Metabolic errors...DNA damage....could lead to Cancer

Metabolic errors...DNA damage....could lead to Cancer

Cells keep tight control over their purine supply, and any disruption of that pool can have serious consequences. In a new study, Massachusetts Institute of Technology (MIT) biological engineers have precisely measured the effects of errors in systems for purine production and breakdown.

DNA usually consists of a sequence of four building blocks, or nucleotides: Adenine, guanine, cytosine, and thymine (the A, G, C, and T letters that make up the genetic code). Guanine and adenine are purines, and each has a close structural relative that can take its place in DNA or RNA. When these nucleotides, known as xanthine and hypoxanthine, are mistakenly inserted into DNA, they cause mutations. They can also interfere with the function of messenger RNA (mRNA), which carries DNA’s instructions to the rest of the cell, and the RNA molecules that translate mRNA into proteins.

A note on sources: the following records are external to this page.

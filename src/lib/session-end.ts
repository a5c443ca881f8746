import type { QueryClient } from '@tanstack/react-query';

type SignOutStep = (queryClient: QueryClient) => void;

const steps = new Set<SignOutStep>();

/**
 * Registers what must stop when the person signs out (the console's sync engines: nothing more may
 * go out under the ended session). A feature registers when its code loads, so the app layout can
 * run the steps without importing the feature — and sign-in and jobs need not load the console.
 */
export function onSignOut(step: SignOutStep): void {
  steps.add(step);
}

/** Runs every registered sign-out step; call it once the session has ended. */
export function runSignOutSteps(queryClient: QueryClient): void {
  for (const step of steps) step(queryClient);
}
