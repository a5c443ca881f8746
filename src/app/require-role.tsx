import type { ReactNode } from 'react';
import type { Role } from '../../shared/schemas/common.ts';
import { useMe } from '../features/auth/api/get-me.ts';
import { FullPageMessage } from './full-page-message.tsx';

/**
 * Shows its children only to people with one of the roles; others get a plain sentence saying
 * who may use the page. The server refuses the same people, so this is courtesy, not the lock.
 * Sits inside RequireAuth, so `me` is already known.
 */
export function RequireRole({ roles, refusal, children }: { roles: readonly Role[]; refusal: string; children: ReactNode }) {
  const me = useMe();
  if (me.data && roles.includes(me.data.role)) return children;
  return (
    <FullPageMessage title="Not available to you">
      <p>{refusal}</p>
    </FullPageMessage>
  );
}
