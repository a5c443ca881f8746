import { useParams } from 'react-router-dom';
import { useMe } from '../features/auth/api/get-me.ts';
import { JobPhotosPanel } from '../features/photos-on-job/components/job-photos-panel.tsx';
import { ReviewJobPage } from '../features/review/components/review-job-page.tsx';
import { ReviewQueuePage } from '../features/review/components/review-queue-page.tsx';
import { RequireRole } from './require-role.tsx';

const refusal = 'Only a reviewer or an admin reviews jobs. A tester submits a job for review from its job screen.';

/** `/review`: the jobs waiting for a reviewer. */
export function ReviewQueueRoute() {
  return (
    <RequireRole roles={['reviewer', 'admin']} refusal={refusal}>
      <ReviewQueuePage />
    </RequireRole>
  );
}

/** `/review/:jobId`: one job under review, with the signed-in person's role and the job's photos. */
export function ReviewJobRoute() {
  const { jobId: param } = useParams();
  const jobId = Number(param);
  const me = useMe();
  if (!Number.isSafeInteger(jobId) || jobId <= 0) {
    return (
      <p role="alert" className="p-4">
        “{param}” is not a job number.
      </p>
    );
  }
  return (
    <RequireRole roles={['reviewer', 'admin']} refusal={refusal}>
      <ReviewJobPage
        key={jobId}
        jobId={jobId}
        role={me.data?.role ?? null}
        recordPanels={<JobPhotosPanel jobId={jobId} role={me.data?.role ?? null} />}
      />
    </RequireRole>
  );
}
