import { QueryClientProvider } from '@tanstack/react-query';
import { useState, type ReactNode } from 'react';
import { createAppQueryClient } from './query-client.ts';

export function AppProviders({ children }: { children: ReactNode }) {
  // One client for the life of the page; useState keeps it across re-renders and StrictMode.
  const [queryClient] = useState(createAppQueryClient);
  return <QueryClientProvider client={queryClient}>{children}</QueryClientProvider>;
}
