import { screen, within } from '@testing-library/react';
import { afterEach, describe, expect, it, vi } from 'vitest';
import type { JobSignatures, Signature } from '../../../shared/schemas/signatures.ts';
import { SigningPanel } from '../../../src/features/signing/components/signing-panel.tsx';
import { json, renderWithProviders, stubApi, type ApiCall } from '../../helpers/render.tsx';

const signature = (changes: Partial<Signature>): Signature => ({
  id: 1,
  jobId: 5,
  role: 'inspector',
  name: 'Tom Tester',
  fileId: 21,
  signedBy: { id: 3, name: 'Tom Tester' },
  signedAt: '2026-11-30T09:00:00.000Z',
  current: true,
  revision: 1,
  ...changes,
});

function stubSigningApi(initial: JobSignatures, onSign?: (call: ApiCall) => Response) {
  let data = initial;
  return stubApi({
    'GET /api/jobs/5/signatures': () => json(200, data),
    'POST /api/jobs/5/signatures': (call) => {
      if (onSign) return onSign(call);
      const made = signature({
        id: 9,
        role: call.form!.get('role') as Signature['role'],
        name: String(call.form!.get('name')),
        fileId: 30,
        signedBy: { id: 2, name: 'Rhea Reviewer' },
      });
      data = { ...data, signatures: [made, ...data.signatures.map((s) => (s.role === made.role ? { ...s, current: false } : s))] };
      return json(201, { signature: made });
    },
  });
}

const eicr = (changes: Partial<JobSignatures> = {}): JobSignatures => ({
  signatures: [signature({})],
  jobKind: 'EICR',
  jobState: 'ready',
  roles: ['inspector', 'reviewer'],
  revision: 1,
  reopened: null,
  ...changes,
});

afterEach(() => {
  vi.unstubAllGlobals();
});

describe('signing panel', () => {
  it('when a reviewer signs with a chosen image, then role, typed name and file go as a form upload and the new signature shows', async () => {
    const calls = stubSigningApi(eicr());
    const { user } = renderWithProviders(<SigningPanel jobId={5} person={{ role: 'reviewer', name: 'Rhea Reviewer' }} />);

    const inUse = await screen.findByRole('list', { name: 'Signatures in use' });
    expect(within(inUse).getByRole('img', { name: 'Signature of Tom Tester' })).toHaveAttribute('src', '/api/files/21');
    expect(within(inUse).getByText('Not signed yet.')).toBeInTheDocument();
    expect(screen.getByLabelText('Sign as')).toHaveValue('reviewer');
    expect(screen.getByLabelText('Name')).toHaveValue('Rhea Reviewer');

    await user.click(screen.getByLabelText('Choose an image file'));
    const png = new File([new Uint8Array([0x89, 0x50, 0x4e, 0x47])], 'rhea.png', { type: 'image/png' });
    await user.upload(screen.getByLabelText(/Signature image/), png);
    await user.click(screen.getByRole('button', { name: 'Sign as reviewer' }));

    expect(await screen.findByText('Signed as reviewer by Rhea Reviewer.')).toBeInTheDocument();
    const form = calls.find((c) => c.method === 'POST')!.form!;
    expect(form.get('role')).toBe('reviewer');
    expect(form.get('name')).toBe('Rhea Reviewer');
    expect((form.get('image') as File).name).toBe('rhea.png');
    expect(await within(inUse).findByRole('img', { name: 'Signature of Rhea Reviewer' })).toHaveAttribute('src', '/api/files/30');
  });

  it('when a tester picks the reviewer, then the panel says only a reviewer or an admin signs there and sends nothing', async () => {
    const calls = stubSigningApi(eicr());
    const { user } = renderWithProviders(<SigningPanel jobId={5} person={{ role: 'tester', name: 'Tom Tester' }} />);
    const role = await screen.findByLabelText('Sign as');
    expect(role).toHaveValue('inspector');
    await user.selectOptions(role, 'reviewer');
    expect(screen.getByText('Only a reviewer or an admin can sign as the reviewer; you are signed in as a tester.')).toBeInTheDocument();
    await user.click(screen.getByRole('button', { name: 'Sign as reviewer' }));
    expect(calls.some((c) => c.method === 'POST')).toBe(false);
  });

  it('when nothing is drawn, then the box is named as what is missing and nothing is sent', async () => {
    const calls = stubSigningApi(eicr({ signatures: [] }));
    const { user } = renderWithProviders(<SigningPanel jobId={5} person={{ role: 'tester', name: 'Tom Tester' }} />);
    await user.click(await screen.findByRole('button', { name: 'Sign as inspector' }));
    expect(screen.getByText('Sign in the box first (mouse, pen or finger), or choose an image file instead.')).toBeInTheDocument();
    expect(screen.getByRole('img', { name: /Signature box/ })).toHaveFocus();
    expect(calls.some((c) => c.method === 'POST')).toBe(false);
  });

  it('when the server refuses the image by its content, then its words show at the signature', async () => {
    stubSigningApi(eicr({ signatures: [] }), () =>
      json(415, { error: { code: 'unsupported_type', message: 'A signature image must be a PNG or JPEG image; its content is not a recognised file type, whatever its name says. Nothing was saved.' } }),
    );
    const { user } = renderWithProviders(<SigningPanel jobId={5} person={{ role: 'tester', name: 'Tom Tester' }} />);
    await user.click(await screen.findByLabelText('Choose an image file'));
    await user.upload(screen.getByLabelText(/Signature image/), new File(['words'], 'fake.png', { type: 'image/png' }));
    await user.click(screen.getByRole('button', { name: 'Sign as inspector' }));
    expect(await screen.findByText(/must be a PNG or JPEG image/)).toBeInTheDocument();
    expect(screen.getByLabelText(/Signature image/)).toHaveAttribute('aria-invalid', 'true');
  });

  it('when the job was reopened after issue, then no signature is in use, the earlier ones are listed as revision 1’s and the panel says why everyone signs again', async () => {
    stubSigningApi(
      eicr({
        jobState: 'entering',
        revision: 2,
        reopened: { at: '2026-12-02T08:00:00.000Z', by: { id: 2, name: 'Rhea Reviewer' }, reason: 'Wrong meter position', revision: 1 },
        signatures: [signature({ id: 2, role: 'reviewer', name: 'Rhea Reviewer', current: false }), signature({ current: false })],
      }),
    );
    renderWithProviders(<SigningPanel jobId={5} person={{ role: 'tester', name: 'Tom Tester' }} />);
    const inUse = await screen.findByRole('list', { name: 'Signatures in use' });
    expect(within(inUse).getAllByText('Not signed yet.')).toHaveLength(2);
    expect(screen.getByText(/Rhea Reviewer reopened revision 1 on .*Wrong meter position.*Everyone signs again for revision 2/)).toBeInTheDocument();
    expect(screen.getByText(/inspector \(inspection and testing\): Tom Tester, .*given for revision 1/)).toBeInTheDocument();
  });

  it('when the job is issued, then no form shows, only why', async () => {
    stubSigningApi(eicr({ jobState: 'issued' }));
    renderWithProviders(<SigningPanel jobId={5} person={{ role: 'reviewer', name: 'Rhea Reviewer' }} />);
    expect(await screen.findByText('This job is issued and frozen; a reviewer must reopen it before anyone signs again.')).toBeInTheDocument();
    expect(screen.queryByRole('form', { name: 'Sign this job' })).not.toBeInTheDocument();
  });
});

"A cell needs to control the concentrations very carefully so that it has just the right amount of building blocks when it’s synthesizing DNA. If the cell has an imbalance in the concentrations of those nucleotides, it’s going to make a mistake," says Peter Dedon, a professor of biological engineering at MIT and senior author of the study, which will appear in the Proceedings of the National Academy of Sciences.

They found that defects in enzymes that control these processes can severely alter a cell's DNA sequences, which may explain why people who carry certain genetic variants of purine metabolic enzymes have a higher risk for some types of cancer. Dozens of enzymes are involved in purine metabolism, and it has long been known that malfunction of those enzymes can have adverse effects. For example, losing a purine salvage enzyme, which recovers purine nucleotides from degraded DNA and RNA, leads to high blood levels of uric acid, causing gout and kidney stones—and in extreme cases, a neurological disorder called Lesch-Nyhan syndrome. Losing another salvage enzyme produces a disease called severe combined immunodeficiency.

In the new study, Dedon and his colleagues disrupted about half a dozen purine metabolism enzymes in E. coli and yeast. After altering the enzymes, the researchers measured how much xanthine and hypoxanthine was integrated into the cells' DNA and RNA. They found that the malfunctioning enzymes could produce dramatic increases—up to 1,000-fold—in the amounts of hypoxanthine incorporated into DNA and RNA in place of adenine.

Scientists have found quite a bit of genetic variation in purine metabolic enzymes in humans, so the research team plans to investigate the impact of those human variants on xanthine and hypoxanthine insertion into DNA.